- Material provided -
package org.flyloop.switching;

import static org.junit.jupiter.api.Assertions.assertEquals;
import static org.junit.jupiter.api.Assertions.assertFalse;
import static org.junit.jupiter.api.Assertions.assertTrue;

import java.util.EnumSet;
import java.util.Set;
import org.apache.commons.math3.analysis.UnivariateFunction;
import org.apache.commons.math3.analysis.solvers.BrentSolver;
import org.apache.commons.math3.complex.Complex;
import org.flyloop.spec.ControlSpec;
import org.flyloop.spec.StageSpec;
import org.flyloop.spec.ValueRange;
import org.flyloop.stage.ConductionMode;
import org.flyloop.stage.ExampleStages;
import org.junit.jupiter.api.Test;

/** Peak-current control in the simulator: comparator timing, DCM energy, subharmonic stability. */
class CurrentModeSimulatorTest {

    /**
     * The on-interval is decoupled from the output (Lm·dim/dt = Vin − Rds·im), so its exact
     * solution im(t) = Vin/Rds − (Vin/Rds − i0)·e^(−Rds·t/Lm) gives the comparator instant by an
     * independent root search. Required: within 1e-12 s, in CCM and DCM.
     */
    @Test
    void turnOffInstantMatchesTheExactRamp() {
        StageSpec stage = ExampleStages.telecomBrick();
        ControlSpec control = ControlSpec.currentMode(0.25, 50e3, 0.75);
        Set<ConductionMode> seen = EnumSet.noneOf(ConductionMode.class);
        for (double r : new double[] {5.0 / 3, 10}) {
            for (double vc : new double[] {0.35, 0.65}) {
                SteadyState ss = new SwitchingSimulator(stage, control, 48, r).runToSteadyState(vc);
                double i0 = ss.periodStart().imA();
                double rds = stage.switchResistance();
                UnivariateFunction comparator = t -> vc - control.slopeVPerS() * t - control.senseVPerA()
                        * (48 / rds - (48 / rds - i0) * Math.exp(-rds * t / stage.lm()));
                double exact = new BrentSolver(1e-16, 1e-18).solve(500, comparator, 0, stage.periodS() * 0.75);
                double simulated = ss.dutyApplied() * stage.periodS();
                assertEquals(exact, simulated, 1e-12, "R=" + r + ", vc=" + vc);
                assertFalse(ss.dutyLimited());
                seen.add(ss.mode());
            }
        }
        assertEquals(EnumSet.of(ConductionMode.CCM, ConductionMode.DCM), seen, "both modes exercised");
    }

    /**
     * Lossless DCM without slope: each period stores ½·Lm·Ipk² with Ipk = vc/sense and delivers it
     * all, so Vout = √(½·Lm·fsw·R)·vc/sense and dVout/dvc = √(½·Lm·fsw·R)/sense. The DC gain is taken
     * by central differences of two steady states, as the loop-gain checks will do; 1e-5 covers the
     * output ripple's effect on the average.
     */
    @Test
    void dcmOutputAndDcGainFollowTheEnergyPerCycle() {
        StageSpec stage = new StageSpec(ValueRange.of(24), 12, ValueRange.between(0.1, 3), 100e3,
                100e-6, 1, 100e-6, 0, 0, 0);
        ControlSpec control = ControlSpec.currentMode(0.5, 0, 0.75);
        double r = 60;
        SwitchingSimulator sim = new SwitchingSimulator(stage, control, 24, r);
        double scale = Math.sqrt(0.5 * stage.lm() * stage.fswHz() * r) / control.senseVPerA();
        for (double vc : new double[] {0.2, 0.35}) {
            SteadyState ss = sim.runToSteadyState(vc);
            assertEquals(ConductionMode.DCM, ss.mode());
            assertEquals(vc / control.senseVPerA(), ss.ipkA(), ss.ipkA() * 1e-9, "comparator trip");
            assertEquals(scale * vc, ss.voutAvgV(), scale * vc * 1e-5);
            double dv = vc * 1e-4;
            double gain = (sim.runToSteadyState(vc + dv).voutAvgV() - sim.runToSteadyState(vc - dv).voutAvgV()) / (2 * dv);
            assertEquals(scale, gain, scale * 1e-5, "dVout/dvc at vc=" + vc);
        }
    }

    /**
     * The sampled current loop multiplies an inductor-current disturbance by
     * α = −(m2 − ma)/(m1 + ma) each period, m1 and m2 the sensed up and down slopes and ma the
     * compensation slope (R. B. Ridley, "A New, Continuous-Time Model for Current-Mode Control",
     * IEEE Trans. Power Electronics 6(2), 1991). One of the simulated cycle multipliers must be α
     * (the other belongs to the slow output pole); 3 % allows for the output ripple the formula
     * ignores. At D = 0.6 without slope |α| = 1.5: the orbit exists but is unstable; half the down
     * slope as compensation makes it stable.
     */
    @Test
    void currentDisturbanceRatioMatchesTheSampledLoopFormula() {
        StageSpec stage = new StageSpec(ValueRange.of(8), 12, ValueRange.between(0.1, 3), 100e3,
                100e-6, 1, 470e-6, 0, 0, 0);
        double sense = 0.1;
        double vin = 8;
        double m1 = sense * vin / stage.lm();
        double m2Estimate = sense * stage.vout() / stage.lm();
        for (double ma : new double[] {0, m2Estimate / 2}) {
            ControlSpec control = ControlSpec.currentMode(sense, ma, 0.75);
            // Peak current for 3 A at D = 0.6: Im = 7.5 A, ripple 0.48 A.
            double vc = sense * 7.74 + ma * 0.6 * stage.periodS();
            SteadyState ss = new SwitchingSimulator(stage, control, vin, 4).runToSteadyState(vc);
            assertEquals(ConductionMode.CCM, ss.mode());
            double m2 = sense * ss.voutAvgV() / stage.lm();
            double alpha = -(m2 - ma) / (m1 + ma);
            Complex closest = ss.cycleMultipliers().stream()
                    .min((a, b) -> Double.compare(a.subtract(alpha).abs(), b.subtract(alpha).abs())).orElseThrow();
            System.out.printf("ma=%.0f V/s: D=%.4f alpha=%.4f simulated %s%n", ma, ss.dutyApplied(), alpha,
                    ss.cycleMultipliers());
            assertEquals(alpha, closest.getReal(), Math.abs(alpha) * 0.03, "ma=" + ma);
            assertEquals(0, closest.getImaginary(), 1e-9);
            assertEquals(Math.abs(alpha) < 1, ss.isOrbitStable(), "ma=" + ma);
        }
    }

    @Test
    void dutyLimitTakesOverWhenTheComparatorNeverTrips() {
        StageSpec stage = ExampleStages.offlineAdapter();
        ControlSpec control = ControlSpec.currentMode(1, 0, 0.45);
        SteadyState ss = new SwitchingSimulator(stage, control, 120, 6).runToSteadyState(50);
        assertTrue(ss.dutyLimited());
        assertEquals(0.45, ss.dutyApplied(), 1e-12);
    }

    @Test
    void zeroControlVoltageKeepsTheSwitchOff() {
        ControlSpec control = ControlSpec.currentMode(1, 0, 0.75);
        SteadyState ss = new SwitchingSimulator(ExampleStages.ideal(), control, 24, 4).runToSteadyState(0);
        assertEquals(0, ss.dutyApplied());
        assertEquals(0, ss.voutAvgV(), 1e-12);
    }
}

* * *

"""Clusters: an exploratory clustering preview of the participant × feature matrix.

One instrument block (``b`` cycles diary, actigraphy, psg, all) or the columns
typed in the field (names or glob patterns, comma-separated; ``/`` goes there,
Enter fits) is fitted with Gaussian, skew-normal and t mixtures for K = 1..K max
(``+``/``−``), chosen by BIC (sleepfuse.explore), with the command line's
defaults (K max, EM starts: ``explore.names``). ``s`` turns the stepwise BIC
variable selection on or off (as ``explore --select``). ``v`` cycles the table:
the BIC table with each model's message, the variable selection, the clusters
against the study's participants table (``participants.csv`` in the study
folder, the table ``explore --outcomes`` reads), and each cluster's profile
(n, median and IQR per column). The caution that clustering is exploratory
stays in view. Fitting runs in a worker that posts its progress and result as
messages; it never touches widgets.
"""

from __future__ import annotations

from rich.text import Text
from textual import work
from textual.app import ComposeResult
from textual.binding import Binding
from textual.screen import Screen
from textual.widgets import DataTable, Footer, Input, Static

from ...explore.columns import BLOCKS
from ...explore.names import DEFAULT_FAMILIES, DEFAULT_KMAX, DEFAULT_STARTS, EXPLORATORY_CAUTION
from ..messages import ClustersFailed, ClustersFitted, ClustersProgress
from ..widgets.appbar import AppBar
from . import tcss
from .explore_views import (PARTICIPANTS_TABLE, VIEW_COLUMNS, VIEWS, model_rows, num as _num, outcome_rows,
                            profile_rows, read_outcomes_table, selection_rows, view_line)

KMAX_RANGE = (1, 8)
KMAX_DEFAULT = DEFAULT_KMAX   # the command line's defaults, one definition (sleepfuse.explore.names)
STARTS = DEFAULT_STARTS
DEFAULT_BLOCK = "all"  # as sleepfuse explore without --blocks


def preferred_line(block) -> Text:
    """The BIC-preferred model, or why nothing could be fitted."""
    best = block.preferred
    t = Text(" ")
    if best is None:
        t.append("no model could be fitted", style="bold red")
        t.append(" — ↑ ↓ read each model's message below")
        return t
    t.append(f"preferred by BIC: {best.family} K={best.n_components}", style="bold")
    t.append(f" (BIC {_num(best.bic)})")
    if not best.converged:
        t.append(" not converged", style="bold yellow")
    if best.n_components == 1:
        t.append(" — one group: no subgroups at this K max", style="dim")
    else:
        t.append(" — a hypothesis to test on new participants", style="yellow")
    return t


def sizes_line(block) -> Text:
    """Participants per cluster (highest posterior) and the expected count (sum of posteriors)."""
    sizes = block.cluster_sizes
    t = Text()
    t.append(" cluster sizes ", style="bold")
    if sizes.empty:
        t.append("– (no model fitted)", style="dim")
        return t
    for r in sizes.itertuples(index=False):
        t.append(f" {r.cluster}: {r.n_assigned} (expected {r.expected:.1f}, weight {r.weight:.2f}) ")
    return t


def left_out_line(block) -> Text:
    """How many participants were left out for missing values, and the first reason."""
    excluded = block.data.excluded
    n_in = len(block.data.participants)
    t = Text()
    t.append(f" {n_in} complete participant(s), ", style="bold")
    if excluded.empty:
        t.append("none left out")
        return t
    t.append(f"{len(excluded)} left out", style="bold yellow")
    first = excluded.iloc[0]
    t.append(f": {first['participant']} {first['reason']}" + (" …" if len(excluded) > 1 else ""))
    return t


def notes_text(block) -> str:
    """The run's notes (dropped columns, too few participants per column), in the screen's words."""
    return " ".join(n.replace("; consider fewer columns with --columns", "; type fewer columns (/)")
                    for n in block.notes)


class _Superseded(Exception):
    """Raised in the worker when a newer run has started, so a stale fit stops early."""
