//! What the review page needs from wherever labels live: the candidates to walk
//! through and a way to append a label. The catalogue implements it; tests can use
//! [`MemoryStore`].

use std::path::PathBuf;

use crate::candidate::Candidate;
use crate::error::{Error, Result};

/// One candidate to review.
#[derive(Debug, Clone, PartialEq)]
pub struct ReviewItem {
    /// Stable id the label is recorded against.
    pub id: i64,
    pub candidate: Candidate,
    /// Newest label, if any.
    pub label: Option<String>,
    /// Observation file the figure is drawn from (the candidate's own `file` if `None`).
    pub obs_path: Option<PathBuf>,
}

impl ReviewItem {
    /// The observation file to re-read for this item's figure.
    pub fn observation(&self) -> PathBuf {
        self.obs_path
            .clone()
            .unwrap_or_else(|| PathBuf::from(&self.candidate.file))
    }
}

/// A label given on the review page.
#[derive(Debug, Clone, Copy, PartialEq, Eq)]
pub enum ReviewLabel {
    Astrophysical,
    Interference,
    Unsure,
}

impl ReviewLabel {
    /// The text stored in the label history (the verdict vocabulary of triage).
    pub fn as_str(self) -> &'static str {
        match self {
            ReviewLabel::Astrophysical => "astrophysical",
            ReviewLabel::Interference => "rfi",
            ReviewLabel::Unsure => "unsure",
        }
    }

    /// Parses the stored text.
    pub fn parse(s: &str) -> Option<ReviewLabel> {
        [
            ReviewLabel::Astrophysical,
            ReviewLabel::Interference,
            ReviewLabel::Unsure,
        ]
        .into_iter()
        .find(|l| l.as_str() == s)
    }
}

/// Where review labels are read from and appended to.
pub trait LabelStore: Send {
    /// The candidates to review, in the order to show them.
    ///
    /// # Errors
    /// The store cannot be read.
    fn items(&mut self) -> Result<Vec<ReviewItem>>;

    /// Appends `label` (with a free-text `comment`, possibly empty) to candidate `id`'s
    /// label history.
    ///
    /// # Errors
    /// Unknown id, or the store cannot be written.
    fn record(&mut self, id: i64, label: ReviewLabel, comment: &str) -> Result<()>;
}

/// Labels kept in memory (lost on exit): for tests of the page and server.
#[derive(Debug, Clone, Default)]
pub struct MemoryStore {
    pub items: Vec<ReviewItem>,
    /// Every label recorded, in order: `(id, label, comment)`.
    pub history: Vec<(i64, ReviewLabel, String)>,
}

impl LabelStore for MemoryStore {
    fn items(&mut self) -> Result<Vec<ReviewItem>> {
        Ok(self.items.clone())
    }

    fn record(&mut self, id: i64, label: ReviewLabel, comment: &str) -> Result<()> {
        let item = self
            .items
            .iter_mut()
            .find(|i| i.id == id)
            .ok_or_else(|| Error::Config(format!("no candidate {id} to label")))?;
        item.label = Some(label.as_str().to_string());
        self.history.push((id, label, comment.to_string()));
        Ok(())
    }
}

* * *

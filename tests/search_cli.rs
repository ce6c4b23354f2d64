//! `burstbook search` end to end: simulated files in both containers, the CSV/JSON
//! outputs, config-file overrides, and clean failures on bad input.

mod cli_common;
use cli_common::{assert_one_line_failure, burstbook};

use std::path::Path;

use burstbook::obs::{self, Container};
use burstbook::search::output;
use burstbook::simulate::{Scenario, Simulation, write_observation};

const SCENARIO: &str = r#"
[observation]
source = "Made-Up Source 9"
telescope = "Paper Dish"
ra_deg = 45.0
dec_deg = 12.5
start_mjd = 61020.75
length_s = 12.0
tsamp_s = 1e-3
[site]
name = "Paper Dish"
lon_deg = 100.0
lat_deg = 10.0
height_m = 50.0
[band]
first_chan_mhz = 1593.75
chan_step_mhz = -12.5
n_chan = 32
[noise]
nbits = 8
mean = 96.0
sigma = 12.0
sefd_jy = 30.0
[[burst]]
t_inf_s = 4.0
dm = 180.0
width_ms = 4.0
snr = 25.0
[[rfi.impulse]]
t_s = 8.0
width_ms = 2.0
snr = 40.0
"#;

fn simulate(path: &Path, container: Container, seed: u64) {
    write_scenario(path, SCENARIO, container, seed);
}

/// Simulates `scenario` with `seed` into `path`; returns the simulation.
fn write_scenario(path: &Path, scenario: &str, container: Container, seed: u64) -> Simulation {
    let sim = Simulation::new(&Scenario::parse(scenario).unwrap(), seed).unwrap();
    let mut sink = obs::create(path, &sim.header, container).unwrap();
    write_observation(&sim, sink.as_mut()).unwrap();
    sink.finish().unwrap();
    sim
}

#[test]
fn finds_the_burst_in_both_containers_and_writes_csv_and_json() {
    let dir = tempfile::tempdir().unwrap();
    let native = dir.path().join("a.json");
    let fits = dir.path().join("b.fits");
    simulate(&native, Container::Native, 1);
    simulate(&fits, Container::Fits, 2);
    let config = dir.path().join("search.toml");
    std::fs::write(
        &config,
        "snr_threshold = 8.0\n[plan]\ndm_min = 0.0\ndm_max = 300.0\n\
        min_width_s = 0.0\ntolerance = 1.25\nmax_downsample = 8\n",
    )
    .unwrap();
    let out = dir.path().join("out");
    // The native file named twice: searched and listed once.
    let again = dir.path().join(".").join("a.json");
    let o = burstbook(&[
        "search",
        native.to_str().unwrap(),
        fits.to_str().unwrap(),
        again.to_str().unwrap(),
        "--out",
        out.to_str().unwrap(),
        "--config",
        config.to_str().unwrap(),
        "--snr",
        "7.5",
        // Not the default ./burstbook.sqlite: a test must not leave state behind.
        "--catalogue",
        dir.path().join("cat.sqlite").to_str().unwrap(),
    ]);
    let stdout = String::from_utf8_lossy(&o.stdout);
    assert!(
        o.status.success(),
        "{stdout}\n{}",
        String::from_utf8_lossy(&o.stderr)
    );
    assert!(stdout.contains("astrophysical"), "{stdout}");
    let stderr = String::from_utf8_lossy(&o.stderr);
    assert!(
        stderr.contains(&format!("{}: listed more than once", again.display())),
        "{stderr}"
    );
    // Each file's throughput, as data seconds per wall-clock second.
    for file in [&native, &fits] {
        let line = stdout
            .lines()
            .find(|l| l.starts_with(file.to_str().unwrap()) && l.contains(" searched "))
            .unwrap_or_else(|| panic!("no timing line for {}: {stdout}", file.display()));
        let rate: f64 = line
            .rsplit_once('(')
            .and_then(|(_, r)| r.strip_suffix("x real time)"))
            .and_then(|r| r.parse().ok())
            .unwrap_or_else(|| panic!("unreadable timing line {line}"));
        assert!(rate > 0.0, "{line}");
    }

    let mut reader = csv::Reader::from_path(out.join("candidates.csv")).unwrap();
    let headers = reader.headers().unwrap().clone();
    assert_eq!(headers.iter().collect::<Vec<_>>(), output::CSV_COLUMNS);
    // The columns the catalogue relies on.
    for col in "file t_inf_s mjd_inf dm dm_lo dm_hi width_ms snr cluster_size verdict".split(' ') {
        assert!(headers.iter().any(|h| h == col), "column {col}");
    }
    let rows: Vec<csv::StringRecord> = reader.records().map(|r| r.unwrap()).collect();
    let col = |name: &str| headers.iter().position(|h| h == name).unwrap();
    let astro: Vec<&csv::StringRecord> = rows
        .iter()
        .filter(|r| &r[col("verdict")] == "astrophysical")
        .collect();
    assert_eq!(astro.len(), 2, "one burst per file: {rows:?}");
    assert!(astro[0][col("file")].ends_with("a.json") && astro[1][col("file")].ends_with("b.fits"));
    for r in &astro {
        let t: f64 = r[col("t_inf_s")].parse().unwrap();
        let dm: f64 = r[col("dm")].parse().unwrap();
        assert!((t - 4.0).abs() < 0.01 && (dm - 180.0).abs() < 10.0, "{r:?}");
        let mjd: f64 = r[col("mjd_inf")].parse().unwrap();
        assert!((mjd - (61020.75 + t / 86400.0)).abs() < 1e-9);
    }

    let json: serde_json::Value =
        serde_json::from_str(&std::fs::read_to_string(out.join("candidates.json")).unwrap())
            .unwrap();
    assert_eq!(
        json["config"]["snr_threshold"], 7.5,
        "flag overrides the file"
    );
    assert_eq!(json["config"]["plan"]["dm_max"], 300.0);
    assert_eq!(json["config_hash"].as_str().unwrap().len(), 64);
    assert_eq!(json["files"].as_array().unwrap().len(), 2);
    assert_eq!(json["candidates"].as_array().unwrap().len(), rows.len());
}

- What you will do -
Would you please write out, exactly and with no other lines, the stretch of the listing above from the line containing "from . import tcss" through the line containing "def preferred_line(block) ->"?

- Result of this task -
from . import tcss
from .explore_views import (PARTICIPANTS_TABLE, VIEW_COLUMNS, VIEWS, model_rows, num as _num, outcome_rows,
                            profile_rows, read_outcomes_table, selection_rows, view_line)

KMAX_RANGE = (1, 8)
KMAX_DEFAULT = DEFAULT_KMAX   # the command line's defaults, one definition (sleepfuse.explore.names)
STARTS = DEFAULT_STARTS
DEFAULT_BLOCK = "all"  # as sleepfuse explore without --blocks


def preferred_line(block) -> Text:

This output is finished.